The chart shows the point clearly: the business already brings in operating cash, but growth still requires larger cash outflows before financing. That is not necessarily operating weakness, because a company expanding capacity for Power Device can consume cash while profitability improves. The constraint is different: as long as actual investment spend absorbs most of the operating cash flow, Access's profit is hard to treat as cash that can move quickly to Priortech.
It is also important not to mix cash frames. RMB162.0 million of operating cash flow is a positive sign for the business. But cash flexibility after investment and financing tells a different story: Access needed positive financing cash flow to finish the quarter with higher cash. The statements do not split maintenance CAPEX from growth CAPEX, so it would be wrong to present the entire outflow as either recurring or one-off. The finding is enough to say the business is improving, but cash is still working inside Access rather than leaving it.
Receivables and Inventory Explain Where Growth Gets Stuck
Working capital is where the cost of growth appears. Accounts receivable rose to RMB540.9 million from RMB521.3 million at the end of 2025, and inventory rose to RMB339.8 million from RMB313.6 million. Those numbers are not unusual by themselves for a fast-growing industrial company, but they matter because they sit directly against the promise of higher second-quarter sales.

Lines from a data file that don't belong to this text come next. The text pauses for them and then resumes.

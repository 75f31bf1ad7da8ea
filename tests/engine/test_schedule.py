"""Conductor schedules: what a row states is what flows, and faults name their line."""

from __future__ import annotations

import cmath
import hashlib
import itertools
import math
import random
from collections import Counter
from pathlib import Path

import pytest
from msgspec import inspect

from engine.circuits import Circuit, DirectCurrents
from engine.conductors import conductors, nodes
from engine.currents import case_phasors, conductor_currents, load_current
from engine.errors import UserError
from engine.exchange import schedule, schedule_conductors
from engine.exchange.schedule import read_schedule, schedule_layout
from engine.layout import Layout
from engine.layout_file import decode, encode
from engine.runs import Bar, FreeSection, Joint, Round, Run

HEADER = (
    "conductor,circuit,label,frequency_Hz,current_A,angle_deg,x_m,y_m,z_m,"
    "diameter_m,width_m,thickness_m,turn_deg"
)
NEEDED = HEADER.rpartition(",diameter")[0]

PAIR = f"""{NEEDED}
go,lamp,L1,50,10,0,0,0,0
go,lamp,L1,50,10,0,5,0,0
back,lamp,N,50,10,180,0,0.1,0
back,lamp,N,50,10,180,5,0.1,0
"""


def layout_of(text: str) -> Layout:
    return schedule_layout(text.encode(), "currents.csv")


def told(text: str | bytes) -> str:
    data = text if isinstance(text, bytes) else text.encode()
    with pytest.raises(UserError) as caught:
        schedule_layout(data, "currents.csv")
    return str(caught.value)


def flowing(layout: Layout) -> dict[tuple[str, float], complex]:
    """Phasor of each conductor by its schedule name and frequency. [A]"""
    phasors = case_phasors(layout, layout.cases[0])
    made = conductors(layout)
    currents = conductor_currents(phasors, made)
    names = {run.id: run.name for run in layout.runs}
    return {
        (names[conductor.item], component.frequency): complex(current)
        for component, row in zip(phasors.components, currents, strict=True)
        for conductor, current in zip(made, row, strict=True)
        if current != 0
    }
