// TestSeparated: a candidate that tells the classes apart has no finite
// unpenalised coefficient. Down to tiny lambdas the path holds what it can
// certify, says why it ended, and has no infinity; lambda 0 is refused.
func TestSeparated(t *testing.T) {
	for _, family := range []solver.Family{solver.Binomial, solver.Multinomial, solver.Poisson, solver.Cox} {
		t.Run(family.String(), func(t *testing.T) {
			q := simple(family, 40, 3, 1)
			q.floor, q.ratio = 1e-9, 0.5
			q.separate()
			p := certifiedSteps(t, q, q.everyRow(), true)
			if p.Last-p.First < 5 {
				t.Errorf("only steps %d to %d: %s", p.First, p.Last, p.Why)
			}
			m, err := solver.NewModel(context.Background(), q.problem())
			if err != nil {
				t.Fatal(err)
			}
			fits, err := m.FitAt(context.Background(), q.everyRow().sample(), []float64{0})
			if err == nil && fits[0].Certified {
				t.Errorf("a fit at lambda 0: %v", fits[0].Coef)
			}
			for _, fit := range fits {
				for _, b := range fit.Coef {
					if math.IsNaN(b) || math.IsInf(b, 0) || math.Abs(b) > 1e6 {
						t.Errorf("coefficient %g", b)
					}
				}
			}
		})
	}
}

// separate makes the first candidate tell the outcome: its sign is the class,
// whether there are counts, or the order of the events.
func (q *plain) separate() {
	r := rand.New(rand.NewPCG(5, 5))
	for i, x := range q.cols[0] {
		switch q.family {
		case solver.Binomial, solver.Multinomial:
			q.outcome[i] = 0
			if x > 0 {
				q.outcome[i] = 1
			}
			if q.family == solver.Multinomial {
				q.classes = 3
				if x > 1 {
					q.outcome[i] = 2
				}
			}
		case solver.Poisson:
			q.cols[0][i] = math.Trunc(math.Abs(x)) // 0 or more; counts only where it is 0
			if q.outcome[i] = float64(r.IntN(4)); q.cols[0][i] > 0 {
				q.outcome[i] = 0
			}
		case solver.Cox:
			q.surv.Time[i], q.surv.Event[i] = math.Exp(-x), true
			if q.surv.Entry != nil {
				q.surv.Entry[i] = 0
			}
		}
	}
	if q.surv != nil {
		q.surv.Stratum = nil
	}
}

// separator is an always-in column that leaves the fit without candidates
// without a maximum: a mark on some rows, whose outcome has no other value.
func (q *plain) separator() []float64 {
	x := make([]float64, q.rows())
	for i := range x {
		if i%4 == 0 {
			x[i] = 1
		}
	}
	for i := range x {
		if x[i] == 0 {
			continue
		}
		switch q.family {
		case solver.Binomial:
			q.outcome[i] = 1
		case solver.Multinomial:
			if q.outcome[i] == 0 {
				q.outcome[i] = 1
			}
		case solver.Poisson:
			q.outcome[i] = 0
		case solver.Cox:
			q.surv.Event[i] = false
		}
	}
	return x
}

// TestSeparatedByAlways: an always-in column that tells the outcome is an error
// that names it.
func TestSeparatedByAlways(t *testing.T) {
	for _, family := range []solver.Family{solver.Binomial, solver.Multinomial, solver.Poisson, solver.Cox} {
		t.Run(family.String(), func(t *testing.T) {
			q := simple(family, 60, 4, 2)
			q.alwaysIn(q.separator())
			other := make([]float64, q.rows()) // an innocent one beside it
			for i := range other {
				other[i] = math.Sin(float64(i))
			}
			q.alwaysIn(other)
			p := q.problem()
			p.Names[q.always[0]], p.Names[q.always[1]] = "site=north", "depth"
			_, err := solver.NewModel(context.Background(), p)
			holdsWords(t, err, "site=north")
			if err != nil && strings.Contains(err.Error(), "depth") {
				t.Errorf("it names the innocent: %v", err)
			}
		})
	}
}

// TestSeparatedTogether: two always-in columns neither of which tells the
// classes apart, but a combination of them does.
func TestSeparatedTogether(t *testing.T) {
	q := simple(solver.Binomial, 80, 4, 3)
	r := rand.New(rand.NewPCG(8, 8))
	a, b := make([]float64, 80), make([]float64, 80)
	for i := range a {
		a[i], b[i] = r.NormFloat64(), r.NormFloat64()
		if q.outcome[i] = 0; a[i]+2*b[i] > 0.1 {
			q.outcome[i] = 1
		}
	}
	q.alwaysIn(a)
	q.alwaysIn(b)
	refusal(t, q)
}

// TestSeparatedInADraw: Fittable refuses a draw in which an always-in column
// tells the outcome, FitBlock gives an empty path that says why, and the other
// draws of the block are as they are alone.
func TestSeparatedInADraw(t *testing.T) {
	for _, family := range []solver.Family{solver.Binomial, solver.Multinomial, solver.Poisson, solver.Cox} {
		t.Run(family.String(), func(t *testing.T) {
			q := simple(family, 80, 4, 4)
			if q.surv != nil {
				q.surv.Entry, q.surv.Stratum = nil, nil
			}
			before := q.clone()
			x := q.separator()
			for i := 40; i < 80; i++ { // only the first half is separated
				if q.surv != nil {
					q.surv.Event[i] = before.surv.Event[i]
				} else {
					q.outcome[i] = before.outcome[i]
				}
			}
			q.alwaysIn(x)
			good, bad := q.everyRow(), q.everyRow()
			for i := range 40 {
				good.count[i], bad.count[40+i] = 0, 0
			}
			m, err := solver.NewModel(context.Background(), q.problem())
			if err != nil {
				t.Fatal(err)
			}
			if err := m.Fittable(good.sample()); err != nil {
				t.Errorf("the good half is refused: %v", err)
			}
			holdsWords(t, m.Fittable(bad.sample()))
			refusedInBlock(t, m, good.sample(), bad.sample())
		})
	}
}

// refusedInBlock fits a good draw beside one that cannot be fitted.
func refusedInBlock(t *testing.T, m *solver.Model, good, bad *solver.Sample) {
	t.Helper()
	alone, err := m.FitBlock(context.Background(), []*solver.Sample{good}, nil)
	if err != nil {
		t.Fatal(err)
	}
	both, err := m.FitBlock(context.Background(), []*solver.Sample{bad, good}, nil)
	if err != nil {
		t.Fatal(err)
	}
	if p := both[0]; p.Stop != solver.StopUncertified || p.Why == "" || p.Last >= p.First || len(p.Coefs) > 0 {
		t.Errorf("the bad draw: steps %d to %d, %v, %q, %d coefficients", p.First, p.Last, p.Stop, p.Why, len(p.Coefs))
	}
	if fmt.Sprint(alone[0]) != fmt.Sprint(both[1]) {
		t.Error("the good draw has other bits beside the bad one")
	}
	if _, err := m.FitAt(context.Background(), bad, []float64{m.LambdaMax() / 2}); err == nil {
		if fits, _ := m.FitAt(context.Background(), bad, []float64{m.LambdaMax() / 2}); fits[0].Certified {
			t.Error("FitAt certifies a fit on the bad draw")
		}
	}
}

// TestNothingToFit: a table, or a draw, without what its kind of outcome needs.
func TestNothingToFit(t *testing.T) {
	for name, spoil := range map[string]struct {
		family solver.Family
		do     func(q *plain, i int)
	}{
		"one class of two":   {solver.Binomial, func(q *plain, i int) { q.outcome[i] = 1 }},
		"no success":         {solver.Binomial, func(q *plain, i int) { q.outcome[i] = 0 }},
		"a class is missing": {solver.Multinomial, func(q *plain, i int) { q.outcome[i] = float64(int(q.outcome[i]) / 2) }},
		"all counts 0":       {solver.Poisson, func(q *plain, i int) { q.outcome[i] = 0 }},
		"no events":          {solver.Cox, func(q *plain, i int) { q.surv.Event[i] = false }},
		"four events":        {solver.Cox, func(q *plain, i int) { q.surv.Event[i] = i%10 == 0 }},
	} {
		t.Run(name, func(t *testing.T) {
			q := simple(spoil.family, 80, 5, 6)
			if spoil.family == solver.Multinomial {
				q.classes = 4
				for i := range q.outcome {
					q.outcome[i] = float64(i % 4)
				}
			}
			if q.surv != nil {
				q.surv.Entry, q.surv.Stratum = nil, nil
			}
			for i := range 40 {
				spoil.do(q, i)
			}
			m, err := solver.NewModel(context.Background(), q.problem())
			if err != nil {
				t.Fatal(err)
			}
			good, bad := q.everyRow(), q.everyRow()
			for i := range 40 {
				good.count[i], bad.count[40+i] = 0, 0
			}
			if err := m.Fittable(good.sample()); err != nil {
				t.Errorf("the good half is refused: %v", err)
			}
			holdsWords(t, m.Fittable(bad.sample()))
			if name != "four events" { // few, but there is a fit
				refusedInBlock(t, m, good.sample(), bad.sample())
				for i := range 80 {
					spoil.do(q, i)
				}
				refusal(t, q)
			}
		})
	}
}

// TestWeightZeroIsGone: rows of weight 0 do not count as a class or as events.
func TestWeightZeroIsGone(t *testing.T) {
	q := simple(solver.Binomial, 40, 4, 7)
	q.weight = make([]float64, 40)
	for i := range q.weight {
		q.weight[i] = 1 - q.outcome[i] // successes weigh nothing
	}
	refusal(t, q)
	q = simple(solver.Cox, 40, 4, 8)
	q.weight = make([]float64, 40)
	for i := range q.weight {
		if !q.surv.Event[i] {
			q.weight[i] = 1
		}
	}
	refusal(t, q)
}

// TestCopiesInADraw: columns that coincide in a draw, one of them turned and
// stretched, enter together in every family.
func TestCopiesInADraw(t *testing.T) {
	for family := solver.Gaussian; family <= solver.Cox; family++ {
		q := simple(family, 80, 6, 9)
		d := q.everyRow()
		for i := range 80 {
			if d.count[i] = 1; i < 40 {
				d.count[i] = 0
			} else {
				q.cols[3][i], q.cols[5][i] = q.cols[0][i], 7-4*q.cols[0][i]
			}
		}
		p := certifiedSteps(t, q, d, false)
		step := map[int32]int32{}
		for _, e := range p.Entries {
			step[e.Candidate] = e.Step + 1
		}
		if step[0] != step[3] || step[0] != step[5] || step[0] == 0 {
			t.Errorf("%v: coinciding candidates enter at %d, %d, %d", family, step[0], step[3], step[5])
		}
	}
}

// TestRedundantAlways: always-in columns that others make up, or that do not vary
// in the draw, change nothing; they are dropped in table order.
func TestRedundantAlways(t *testing.T) {
	for family := solver.Gaussian; family <= solver.Cox; family++ {
		q := simple(family, 80, 5, 19)
		d := q.everyRow()
		a, b := make([]float64, 80), make([]float64, 80)
		sum, late := make([]float64, 80), make([]float64, 80)
		for i := range 80 {
			a[i], b[i] = math.Sin(3*float64(i)), math.Cos(5*float64(i))
			sum[i] = 2*a[i] - b[i] + 7
			if i < 40 {
				d.count[i], late[i] = 0, float64(i)
			}
		}
		q.alwaysIn(a)
		q.alwaysIn(b)
		more := q.clone()
		more.alwaysIn(sum)
		more.alwaysIn(late) // it varies in the table, so that lambda_max is another
		want, got := follow(t, q, d), follow(t, more, d)
		lambdas := []float64{0.6 * want.m.LambdaMax(), 0.2 * want.m.LambdaMax()}
		compareAt(t, want, d, got, d, lambdas, reading{})
		certifiedSteps(t, more, d, false)
		for _, f := range got.fits {
			for class := range f.always[2] {
				if f.always[2][class] != 0 || f.always[3][class] != 0 {
					t.Fatalf("%v: redundant always-in columns have coefficients %v %v", family, f.always[2], f.always[3])
				}
			}
		}
	}
}

// TestFewEvents: five events, or two rows of a class, beside many candidates.
func TestFewEvents(t *testing.T) {
	for _, family := range []solver.Family{solver.Binomial, solver.Poisson, solver.Multinomial, solver.Cox} {
		for seed := range uint64(5) {
			q := simple(family, 60, 25, 100+seed)
			for i := range 60 {
				switch few := i%12 == 3; {
				case q.surv != nil:
					q.surv.Event[i] = few
				case family == solver.Multinomial:
					q.outcome[i] = float64(i % (q.classes - 1))
					if i%30 == 3 {
						q.outcome[i] = float64(q.classes - 1)
					}
				default:
					q.outcome[i] = 0
					if i%30 == 3 {
						q.outcome[i] = 1
					}
				}
			}
			if family == solver.Multinomial && q.classes == 2 {
				continue
			}
			certifiedSteps(t, q, q.everyRow(), false)
		}
	}
}

// TestWideTables: many more candidates than rows, lasso and elastic net, single
// columns and groups.
func TestWideTables(t *testing.T) {
	for family := solver.Gaussian; family <= solver.Cox; family++ {
		for _, mix := range []float64{1, 0.5} {
			for _, size := range []int{1, 3} {
				q := simple(family, 60, 240, 10)
				q.mix, q.floor = mix, 0.1
				q.units, q.named = nil, nil
				for j := 0; j < 240; j += size {
					g := make([]int32, size)
					for i := range g {
						g[i] = int32(j + i)
					}
					q.units, q.named = append(q.units, g), append(q.named, size > 1)
				}
				p := certifiedSteps(t, q, q.everyRow(), false)
				if len(p.Entries) < 10 {
					t.Errorf("%v: only %d candidates entered", family, len(p.Entries))
				}
			}
		}
	}
}

// TestWideExposure: exposures over twelve orders of magnitude.
func TestWideExposure(t *testing.T) {
	for seed := range uint64(10) {
		q := simple(solver.Poisson, 80, 6, 20+seed)
		r := rand.New(rand.NewPCG(seed, 92))
		q.offset = make([]float64, 80)
		for i := range q.offset {
			q.offset[i] = math.Log(10) * (12*r.Float64() - 6)
			q.outcome[i] = math.Floor(math.Exp(q.offset[i]+0.5*q.cols[0][i]) * r.ExpFloat64())
		}
		certifiedSteps(t, q, q.everyRow(), false)
	}
}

Customer quality also needs monitoring. The five largest receivable balances were 62.73% of gross receivables, including Infineon, Changdian, Siliconware, Huawei and Huatian. That can point to strong customer relationships, but it also means collection is concentrated: if a large customer stretches payment terms or orders grow faster than collection, cash flow can weaken even while profit looks good.
The yellow flag is the allowance ratio. It rose to 3.67% from 2.78% at the end of 2025, and within the aging schedule, receivables overdue by more than two years rose to RMB12.5 million from less than RMB0.7 million at the end of 2025. That is still small relative to total receivables, and it does not prove a broad collection problem. But it is enough to make the second quarter a real check: sales growth will be higher quality if it does not come with another increase in allowances or receivables.
The Next Point Is Collection, Not Another Listing Headline
Access's Shenzhen listing process still does not provide a cash solution. The prospectus review has not been completed, no approval has been granted, and the valuation, structure and size of the offering are still unknown. The listing may eventually change the value and liquidity layer, but for now it does not replace collection, inventory control and cash flow after investment.
The current conclusion is that Access already strengthens Priortech's asset quality, but still has not proved that it can release surplus cash up the chain. A second quarter with about $100 million of sales, stable receivables, controlled inventory and cash flow that does not depend on more local financing would change the weight of that claim. If sales grow together with another rise in receivables, inventory or debt, Access's profit will remain important, but less accessible to Priortech's shareholders.